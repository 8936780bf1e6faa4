import type { ReactNode } from 'react';
import { ArmElevation } from '@/components/shell/arm-elevation';
import { DrawingFrame } from '@/components/shell/drawing-frame';
import { Wordmark } from '@/components/ui/wordmark';

/** Pages before the work starts: a drawing sheet with the form where a drawing has its title block. */
export default function AccountLayout({ children }: { children: ReactNode }) {
  return (
    <DrawingFrame>
      <ArmElevation className="pointer-events-none absolute inset-0 hidden size-full lg:block" />
      <main className="relative flex min-h-full flex-col justify-start gap-5 p-4 sm:mx-auto sm:max-w-md sm:justify-center lg:mx-0 lg:ml-auto lg:w-[27rem] lg:max-w-none lg:p-8">
        <Wordmark className="py-2" />
        {children}
        <p className="text-sm text-ink-soft">
          See how evenly and how fast every arm can move, spot by spot on the real floor, before steel is cut.
        </p>
      </main>
    </DrawingFrame>
  );
}
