import type { PointMm } from '../ink';
import { uprightAngle } from '../ink';

export interface LabelEdge {
  readonly xMm: number;
  readonly yMm: number;
  /** Baseline in the item's frame, counter-clockwise; upright on the screen. */
  readonly angleRad: number;
  /** +1 where the name goes below the baseline on the screen, −1 above. */
  readonly side: 1 | -1;
  readonly lengthMm: number;
}

/**
 * The edge of an outline along which a name reads best: a long one at the lower side of the screen. The name stands outside
 * the outline. `itemAngleRad` is the item's turn on the floor.
 */
export function labelEdge(outline: readonly PointMm[], itemAngleRad: number): LabelEdge {
  let area = 0;
  outline.forEach(([x1, y1], index) => {
    const [x2, y2] = outline[(index + 1) % outline.length];
    area += x1 * y2 - x2 * y1;
  });
  const winding = area >= 0 ? 1 : -1;

  let best: LabelEdge | null = null;
  let bestScore = -Infinity;
  outline.forEach(([x1, y1], index) => {
    const [x2, y2] = outline[(index + 1) % outline.length];
    const lengthMm = Math.hypot(x2 - x1, y2 - y1);
    if (lengthMm === 0) return;
    const along = Math.atan2(y2 - y1, x2 - x1);
    const outward = along - (winding * Math.PI) / 2;
    const downness = -Math.sin(outward + itemAngleRad);
    const score = lengthMm * (downness + 0.15 * Math.cos(outward + itemAngleRad));
    if (score <= bestScore) return;
    bestScore = score;
    const { angleRad: upright } = uprightAngle(along + itemAngleRad);
    const baseline = upright - itemAngleRad;
    const side = Math.sin(outward - baseline) < 0 ? 1 : -1;
    best = { xMm: (x1 + x2) / 2, yMm: (y1 + y2) / 2, angleRad: baseline, side, lengthMm };
  });
  return best ?? { xMm: 0, yMm: 0, angleRad: -itemAngleRad, side: 1, lengthMm: 0 };
}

WHAT THE TASK ASKS - Begin at the first line of the material above. Transcribe each line exactly, ending with the line that contains "title block. */".

ANSWER AREA -
repository 8936780bf1e6faa4
import type { ReactNode } from 'react';
import { ArmElevation } from '@/components/shell/arm-elevation';
import { DrawingFrame } from '@/components/shell/drawing-frame';
import { Wordmark } from '@/components/ui/wordmark';

/** Pages before the work starts: a drawing sheet with the form where a drawing has its title block. */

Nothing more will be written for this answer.